• **DATASET RECORDS**
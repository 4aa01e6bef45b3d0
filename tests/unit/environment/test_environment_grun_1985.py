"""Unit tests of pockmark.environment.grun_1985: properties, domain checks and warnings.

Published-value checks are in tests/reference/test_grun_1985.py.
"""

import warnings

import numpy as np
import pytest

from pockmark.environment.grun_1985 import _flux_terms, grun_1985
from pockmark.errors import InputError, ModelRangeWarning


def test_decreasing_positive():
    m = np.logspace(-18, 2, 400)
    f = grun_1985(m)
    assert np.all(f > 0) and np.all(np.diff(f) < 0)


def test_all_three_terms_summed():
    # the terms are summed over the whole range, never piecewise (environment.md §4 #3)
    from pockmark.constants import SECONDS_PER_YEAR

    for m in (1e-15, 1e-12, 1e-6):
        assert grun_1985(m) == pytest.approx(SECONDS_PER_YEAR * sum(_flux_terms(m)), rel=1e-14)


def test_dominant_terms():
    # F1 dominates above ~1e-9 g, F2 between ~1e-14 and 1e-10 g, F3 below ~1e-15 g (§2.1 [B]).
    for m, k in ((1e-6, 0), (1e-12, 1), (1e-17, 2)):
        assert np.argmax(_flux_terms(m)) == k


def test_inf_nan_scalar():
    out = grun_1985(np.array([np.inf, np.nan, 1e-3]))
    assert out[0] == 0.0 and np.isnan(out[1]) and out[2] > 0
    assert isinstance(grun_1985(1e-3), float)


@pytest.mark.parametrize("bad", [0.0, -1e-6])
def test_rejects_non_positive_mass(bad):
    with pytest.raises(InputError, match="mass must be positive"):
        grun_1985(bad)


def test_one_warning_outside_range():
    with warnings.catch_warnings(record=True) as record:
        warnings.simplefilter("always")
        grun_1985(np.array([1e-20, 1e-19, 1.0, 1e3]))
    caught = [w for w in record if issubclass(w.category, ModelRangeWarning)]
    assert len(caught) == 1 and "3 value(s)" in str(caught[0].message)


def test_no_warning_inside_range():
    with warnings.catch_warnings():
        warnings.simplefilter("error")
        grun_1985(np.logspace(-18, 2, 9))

• **DIRECTIONS FOR THIS TASK**
Would it be possible to set down the full listing again, character for character?

• **OUTPUT OF THE TASK**
repository 4aa01e6bef45b3d0
filename tests/unit/environment/test_environment_grun_1985.py
"""Unit tests of pockmark.environment.grun_1985: properties, domain checks and warnings.

Published-value checks are in tests/reference/test_grun_1985.py.
"""

import warnings

import numpy as np
import pytest

from pockmark.environment.grun_1985 import _flux_terms, grun_1985
from pockmark.errors import InputError, ModelRangeWarning


def test_decreasing_positive():
    m = np.logspace(-18, 2, 400)
    f = grun_1985(m)
    assert np.all(f > 0) and np.all(np.diff(f) < 0)


def test_all_three_terms_summed():
    # the terms are summed over the whole range, never piecewise (environment.md §4 #3)
    from pockmark.constants import SECONDS_PER_YEAR

    for m in (1e-15, 1e-12, 1e-6):
        assert grun_1985(m) == pytest.approx(SECONDS_PER_YEAR * sum(_flux_terms(m)), rel=1e-14)


def test_dominant_terms():
    # F1 dominates above ~1e-9 g, F2 between ~1e-14 and 1e-10 g, F3 below ~1e-15 g (§2.1 [B]).
    for m, k in ((1e-6, 0), (1e-12, 1), (1e-17, 2)):
        assert np.argmax(_flux_terms(m)) == k


def test_inf_nan_scalar():
    out = grun_1985(np.array([np.inf, np.nan, 1e-3]))
    assert out[0] == 0.0 and np.isnan(out[1]) and out[2] > 0
    assert isinstance(grun_1985(1e-3), float)


@pytest.mark.parametrize("bad", [0.0, -1e-6])
def test_rejects_non_positive_mass(bad):
    with pytest.raises(InputError, match="mass must be positive"):
        grun_1985(bad)


def test_one_warning_outside_range():
    with warnings.catch_warnings(record=True) as record:
        warnings.simplefilter("always")
        grun_1985(np.array([1e-20, 1e-19, 1.0, 1e3]))
    caught = [w for w in record if issubclass(w.category, ModelRangeWarning)]
    assert len(caught) == 1 and "3 value(s)" in str(caught[0].message)


def test_no_warning_inside_range():
    with warnings.catch_warnings():
        warnings.simplefilter("error")
        grun_1985(np.logspace(-18, 2, 9))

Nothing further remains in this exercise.